UpScrolled Forensic Artifacts on iOS

Introduction

UpScrolled is an emerging social media platform that continues to gain rapid adoption. As with any social media application, it presents potential evidentiary value in digital forensic investigations. This research documents the identification and structure of UpScrolled chat artifacts recovered from an iOS device using an iTunes-style logical backup extraction.

Application Data

Application artifacts were successfully recovered via a standard iTunes backup extraction. A preliminary review of the extracted data revealed that UpScrolled application data can be found in the following path within the iOS filesystem:

/private/var/mobile/Containers/Data/Application/{UUID}

Within this location, user-generated content and application data were stored in the Documents directory:

/private/var/mobile/Containers/Data/Application/{UUID}/Documents

Chat Database

UpScrolled stores chat data in a SQLite database named using the format: db_{UserID}.sqlite

This naming convention indicates chat data is segregated by user account. Such a design enables multiple accounts to coexist on the same device without data commingling, while also providing a direct mapping between database files and specific user identities.

All tables within the database were accessible using standard SQLite forensic tools and could be parsed without encryption or obfuscation.

Figure 1. SQLite database schema overview

Database Structure and Forensic Significance

Several tables within the database contained artifacts of high evidentiary value, particularly those associated with user identity, message content, communication timelines, and user interaction states.

connection_events Table

The connection_events table contains metadata associated with the authenticated user. Of particular forensic value is the own_user column, which stores a BLOB object containing:

  • User ID

  • Account name

  • Username

  • Visibility status

  • Number of unread messages

  • Active status

  • Verification status

members Table

The members table identifies all participants associated with chat channels, including the local user account. The extra_data column contains structured metadata describing each participant’s role within the conversation (Figure 2). This table is useful for reconstructing communication relationships and identifying involved parties. 

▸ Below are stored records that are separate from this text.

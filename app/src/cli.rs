//! Command-line interface.

use std::collections::BTreeSet;
use std::path::PathBuf;
use std::process::ExitCode;

use clap::{Parser, Subcommand};
use flowrise_core::design::{SolveOptions, Workspace, solve_project};
use flowrise_core::output::{SolveJson, write_solve_text};
use flowrise_core::project::{Mode, NodeId, Project};

/// Exit code for invalid input (the message is on stderr).
pub const EXIT_INVALID: u8 = 2;

#[derive(Debug, Parser)]
#[command(
    name = "flowrise",
    version,
    about = "Design two-pipe hydronic heating networks",
    args_conflicts_with_subcommands = true
)]
struct Cli {
    #[command(subcommand)]
    command: Option<Command>,
    /// Project file to open.
    file: Option<PathBuf>,
}

#[derive(Debug, Subcommand)]
enum Command {
    /// Supply-temperature sweep: how low can the supply go with these emitters?
    Sweep {
        /// Project file (.ron).
        file: PathBuf,
        /// Highest supply temperature, °C.
        #[arg(long, default_value_t = 75.0)]
        from: f64,
        /// Lowest supply temperature, °C.
        #[arg(long, default_value_t = 35.0)]
        to: f64,
        /// Step, K.
        #[arg(long, default_value_t = 1.0)]
        step: f64,
        /// Size upgrades for this supply temperature, °C (default: --to).
        #[arg(long)]
        target: Option<f64>,
        /// Keep the design's presettings and pump set-point instead of re-balancing.
        #[arg(long)]
        frozen: bool,
        /// Print JSON.
        #[arg(long)]
        json: bool,
        /// Also write the points as CSV to this file.
        #[arg(long)]
        csv: Option<PathBuf>,
    },
    /// Part load: close valves and solve for each pump control mode.
    PartLoad {
        /// Project file (.ron).
        file: PathBuf,
        /// Close these emitters' valves (N12,N15).
        #[arg(long, value_delimiter = ',')]
        close: Vec<String>,
        /// Close this fraction of the valves, chosen by --seed.
        #[arg(long)]
        fraction: Option<f64>,
        /// Seed for --fraction.
        #[arg(long, default_value_t = 1)]
        seed: u64,
        /// Print JSON.
        #[arg(long)]
        json: bool,
        /// Also write the cases as CSV to this file.
        #[arg(long)]
        csv: Option<PathBuf>,
    },
    /// Design and solve a project; print a summary or JSON.
    Solve {
        /// Project file (.ron).
        file: PathBuf,
        /// Print the stable JSON document (docs/solve-json.md) instead of text.
        #[arg(long)]
        json: bool,
        /// Freeze sizes and presettings as stored in the project (installed mode).
        #[arg(long)]
        installed: bool,
        /// Close these emitters' valves (ids, comma-separated: N12,N15 or 12,15).
        #[arg(long, value_delimiter = ',')]
        close: Vec<String>,
    },
    /// Write the parts list of the solved design as CSV (stdout without -o).
    Parts {
        /// Project file (.ron).
        file: PathBuf,
        /// Output file (.csv).
        #[arg(short, long)]
        output: Option<PathBuf>,
    },
    /// Write the design report as one self-contained HTML file (stdout without -o).
    Report {
        /// Project file (.ron).
        file: PathBuf,
        /// Output file (.html).
        #[arg(short, long)]
        output: Option<PathBuf>,
        /// Include the supply-temperature sweep (75 → 35 °C, upgrades for 45 °C)
        /// and a part-load case (half the valves closed, seed 1).
        #[arg(long)]
        studies: bool,
    },
    /// Generate a building (riser, floors, branches, emitters) as a project file.
    Generate(perf::GenerateArgs),
    /// Export the derived network (design state) in the EPANET input format.
    ExportNetwork(perf::ExportArgs),
    /// Time the stages on a project (for tests/epanet/bench_side_by_side.py).
    #[command(hide = true)]
    BenchSolve(perf::BenchArgs),
}

#[path = "cli_perf.rs"]
mod perf;

/// Parse an emitter id: `N12` or `12`.
pub fn parse_node_id(text: &str) -> Result<NodeId, String> {
    let t = text.trim();
    let digits = t.strip_prefix('N').or_else(|| t.strip_prefix('n')).unwrap_or(t);
    digits.parse::<u32>().map(NodeId).map_err(|_| format!("\"{t}\" is not an emitter id — give ids like N12 or 12"))
}

pub fn main() -> ExitCode {
    let cli = Cli::parse();
    match cli.command {
        Some(Command::Solve { file, json, installed, close }) => solve(&file, json, installed, &close),
        Some(Command::Parts { file, output }) => export(&file, output.as_deref(), Export::Parts),
        Some(Command::Report { file, output, studies }) => {
            export(&file, output.as_deref(), if studies { Export::ReportWithStudies } else { Export::Report })
        }
        Some(Command::Generate(args)) => perf::generate(&args),
        Some(Command::ExportNetwork(args)) => perf::export_network(&args),
        Some(Command::BenchSolve(args)) => perf::bench_solve(&args),
        Some(Command::Sweep { file, from, to, step, target, frozen, json, csv }) => {
            let spec = flowrise_core::sweep::SweepSpec {
                from_c: from,
                to_c: to,
                step_k: step,
                frozen_presettings: frozen,
                target_c: target,
            };
            crate::cli_sweep::run_sweep(&file, &spec, json, csv.as_deref())
        }
        Some(Command::PartLoad { file, close, fraction, seed, json, csv }) => {
            crate::cli_sweep::run_part_load(&file, &close, fraction, seed, json, csv.as_deref())
        }
        None => open_window(cli.file.as_deref()),
    }
}

/// Open the drawing window on `file`, or on the embedded demo project.
fn open_window(file: Option<&std::path::Path>) -> ExitCode {
    let start = match file {
        Some(path) => match Project::load(path) {
            Ok(project) => flowrise::gui::StartProject { project, path: Some(path.to_path_buf()) },
            Err(e) => {
                eprintln!("flowrise: {e}");
                return ExitCode::from(EXIT_INVALID);
            }
        },
        None => match flowrise::gui::StartProject::default_demo() {
            Ok(start) => start,
            Err(e) => {
                eprintln!("flowrise: the built-in demo project does not load: {e}");
                return ExitCode::FAILURE;
            }
        },
    };
    match flowrise::gui::run_window(start) {
        Ok(()) => ExitCode::SUCCESS,
        Err(flowrise::gui::WindowError::NoDisplay) => {
            eprintln!("flowrise: no display found; use `flowrise solve FILE` for headless work");
            ExitCode::from(EXIT_INVALID)
        }
        Err(flowrise::gui::WindowError::Platform(e)) => {
            eprintln!("flowrise: the window could not open ({e}); use `flowrise solve FILE` for headless work");
            ExitCode::FAILURE
        }
    }
}

/// Refuse an output option that names the input file (after links): it
/// would destroy the project. Prints the message and gives the exit code.
pub fn refuse_output_over_input(
    input: &std::path::Path,
    output: &std::path::Path,
    option: &str,
) -> Result<(), ExitCode> {
    if flowrise_core::project::file::same_file(input, output) {
        eprintln!(
            "flowrise: {option} {} is the project file itself — writing there would destroy the project; \
             give another output file",
            output.display()
        );
        return Err(ExitCode::from(EXIT_INVALID));
    }
    Ok(())
}

/// Load a project or print the error and return the exit code.
pub fn load_or_exit(file: &std::path::Path) -> Result<Project, ExitCode> {
    Project::load(file).map_err(|e| {
        eprintln!("flowrise: {e}");
        ExitCode::from(EXIT_INVALID)
    })
}

/// A [`std::fmt::Write`] sink writing to a byte stream, keeping the first
/// I/O error (which `fmt::Error` cannot carry).
struct IoLines<W: std::io::Write> {
    out: W,
    error: Option<std::io::Error>,
}

impl<W: std::io::Write> std::fmt::Write for IoLines<W> {
    fn write_str(&mut self, s: &str) -> std::fmt::Result {
        self.out.write_all(s.as_bytes()).map_err(|e| {
            self.error.get_or_insert(e);
            std::fmt::Error
        })
    }
}

fn solve(file: &std::path::Path, json: bool, installed: bool, close: &[String]) -> ExitCode {
    let mut project = match Project::load(file) {
        Ok(p) => p,
        Err(e) => {
            eprintln!("flowrise: {e}");
            return ExitCode::from(EXIT_INVALID);
        }
    };
    if installed {
        project.settings.mode = Mode::Installed;
    }
    let mut closed = BTreeSet::new();
    for c in close {
        match parse_node_id(c) {
            Ok(id) if project.emitters().contains(&id) => {
                closed.insert(id);
            }
            Ok(id) => {
                eprintln!("flowrise: --close {id}: no emitter with this id in {}", file.display());
                return ExitCode::from(EXIT_INVALID);
            }
            Err(e) => {
                eprintln!("flowrise: --close: {e}");
                return ExitCode::from(EXIT_INVALID);
            }
        }
    }
    let opts = SolveOptions { closed_emitters: closed, ..SolveOptions::default() };
    let sol = solve_project(&project, &opts, &mut Workspace::default());
    if json {
        // Streamed: a large project's document is never held whole.
        let mut out = std::io::BufWriter::new(std::io::stdout().lock());
        let written = serde_json::to_writer_pretty(&mut out, &SolveJson { project: &project, solution: &sol })
            .map_err(std::io::Error::from)
            .and_then(|()| {
                use std::io::Write;
                writeln!(out)?;
                out.flush()
            });
        if let Err(e) = written {
            eprintln!("flowrise: cannot write JSON: {e}");
            return ExitCode::FAILURE;
        }
    } else {
        // Streamed line by line, like the JSON.
        let mut out = IoLines { out: std::io::BufWriter::new(std::io::stdout().lock()), error: None };
        let written = write_solve_text(&mut out, &project, &sol);
        let flushed = std::io::Write::flush(&mut out.out);
        if let Some(e) = out.error.or(flushed.err()).or_else(|| written.err().map(|_| std::io::Error::other("format")))
        {
            eprintln!("flowrise: cannot write the summary: {e}");
            return ExitCode::FAILURE;
        }
    }
    if sol.has_errors() {
        for f in sol.findings.iter().filter(|f| f.severity == flowrise_core::design::Severity::Error) {
            eprintln!("flowrise: {}: {}", f.item, f.message);
        }
        return ExitCode::from(EXIT_INVALID);
    }
    ExitCode::SUCCESS
}

/// What `export` writes.
#[derive(Debug, Clone, Copy)]
enum Export {
    Parts,
    Report,
    ReportWithStudies,
}

/// `flowrise parts` / `flowrise report`: solve, then write the parts CSV or
/// the HTML report. An invalid file or a design with errors writes nothing
/// and exits 2 with the errors on stderr.
fn export(file: &std::path::Path, output: Option<&std::path::Path>, what: Export) -> ExitCode {
    if let Some(out) = output
        && let Err(code) = refuse_output_over_input(file, out, "-o")
    {
        return code;
    }
    let project = match Project::load(file) {
        Ok(p) => p,
        Err(e) => {
            eprintln!("flowrise: {e}");
            return ExitCode::from(EXIT_INVALID);
        }
    };
    let sol = solve_project(&project, &SolveOptions::default(), &mut Workspace::default());
    if sol.has_errors() {
        for f in sol.findings.iter().filter(|f| f.severity == flowrise_core::design::Severity::Error) {
            eprintln!("flowrise: {}: {}", f.item, f.message);
        }
        eprintln!("flowrise: the design has errors; nothing written");
        return ExitCode::from(EXIT_INVALID);
    }
    let parts = match flowrise_core::parts::parts_list(&project, &sol, &flowrise_core::parts::PartsOptions::default()) {
        Ok(p) => p,
        Err(e) => {
            eprintln!("flowrise: parts list: {e}");
            return ExitCode::from(EXIT_INVALID);
        }
    };
    let text = match what {
        Export::Parts => match flowrise_core::parts::parts_csv(&parts) {
            Ok(t) => t,
            Err(e) => {
                eprintln!("flowrise: {e}");
                return ExitCode::FAILURE;
            }
        },
        Export::Report => flowrise_core::report::report_html(&project, &sol, &parts),
        Export::ReportWithStudies => {
            use flowrise_core::sweep;
            let sweep_result =
                sweep::sweep(&project, &sweep::SweepSpec { target_c: Some(45.0), ..sweep::SweepSpec::default() });
            let closed = sweep::random_closed_set(&project, 0.5, 1);
            let cases = sweep::part_load(&project, &closed);
            if let Err(e) = &sweep_result {
                eprintln!("flowrise: sweep: {e} (left out of the report)");
            }
            if let Err(e) = &cases {
                eprintln!("flowrise: part load: {e} (left out of the report)");
            }
            let studies = flowrise_core::report::Studies {
                sweep: sweep_result.as_ref().ok(),
                part_load: cases.as_ref().ok().map(|c| (c.as_slice(), closed.len())),
            };
            flowrise_core::report::report_html_with(&project, &sol, &parts, studies)
        }
    };
    match output {
        Some(path) => {
            if let Err(e) = flowrise_core::project::file::write_atomic(path, text.as_bytes()) {
                eprintln!("flowrise: cannot write {e}");
                return ExitCode::from(EXIT_INVALID);
            }
        }
        None => print!("{text}"),
    }
    ExitCode::SUCCESS
}

#[cfg(test)]
mod tests {
    use super::*;

    #[test]
    fn node_ids_parse_with_or_without_prefix() {
        assert_eq!(parse_node_id("N12"), Ok(NodeId(12)));
        assert_eq!(parse_node_id(" 7 "), Ok(NodeId(7)));
        assert!(parse_node_id("x").is_err());
    }

    /// A stream that takes `room` bytes, then fails like a full disk.
    struct Full {
        room: usize,
    }

    impl std::io::Write for Full {
        fn write(&mut self, buf: &[u8]) -> std::io::Result<usize> {
            if self.room == 0 {
                return Err(std::io::Error::new(std::io::ErrorKind::StorageFull, "disk full"));
            }
            let n = buf.len().min(self.room);
            self.room -= n;
            Ok(n)
        }
        fn flush(&mut self) -> std::io::Result<()> {
            Ok(())
        }
    }

    #[test]
    fn the_streamed_summary_stops_at_a_write_error_and_keeps_it() {
        let project = flowrise_core::generate::generate_building(&flowrise_core::generate::BuildingSpec::new(1, 3))
            .expect("generated");
        let sol = solve_project(&project, &SolveOptions::default(), &mut Workspace::default());
        let mut whole = String::new();
        write_solve_text(&mut whole, &project, &sol).expect("a String takes everything");
        assert_eq!(whole, flowrise_core::output::solve_text(&project, &sol));

        let mut sink = IoLines { out: Full { room: 100 }, error: None };
        assert!(write_solve_text(&mut sink, &project, &sol).is_err());
        let kept = sink.error.expect("the I/O error is kept");
        assert_eq!(kept.kind(), std::io::ErrorKind::StorageFull);
    }
}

Figure 2. Members table showing channel participants and metadata

messages Table

The messages table is the primary source of evidentiary communication content. It contains both message bodies and associated metadata required to reconstruct conversations.

Relevant columns include:

  • message_text
    Contains the plaintext content of chat messages.

Figure 3. Message content stored in message_text column
  • local_created_at
    Records the timestamp when a message was created by the local device user.

  • remote_created_at
    Records the timestamp associated with message creation across all participants. This field provides a consistent timeline of communication regardless of sender.

  • user_id
    Identifies the sender of the message.

  • channel_cid
    Represents the unique identifier of a chat channel. 

  • extra_data
    Contains a BLOB object storing metadata related to the message and channel. This field includes important forensic indicators such as:

    • is_invitation: Indicates the message represents the initial chat invitation

    • is_invitation_acceptance: Indicates acceptance of the chat invitation

    Figure 4. extra_data column showing invitation indicator

reads Table

The reads table contains read-receipt artifacts for each participant. Specifically, it records:

  • The user ID of the participant

  • The last message ID viewed

  • The timestamp associated with the read event

users Table

The users table contains identity and account metadata for all users associated with chat channels, including the local user. One of the most significant forensic artifacts in this table is the created_at column, which records the timestamp when the account was created. 

Conclusion

UpScrolled chat artifacts can be successfully recovered from iOS devices through logical extraction methods such as iTunes backups or other forensic tools with equivalent capabilities. These artifacts are stored in user-specific SQLite database files that can be examined using standard database forensic tools without requiring specialized decoding.

Analysis of these databases provides direct access to message content, participant identifiers, channel associations, and detailed timestamp information. Additionally, supporting tables contain account metadata, communication relationships, and read-receipt activity. These findings demonstrate that UpScrolled chat data can be reliably acquired and analyzed using standard mobile forensic methodologies.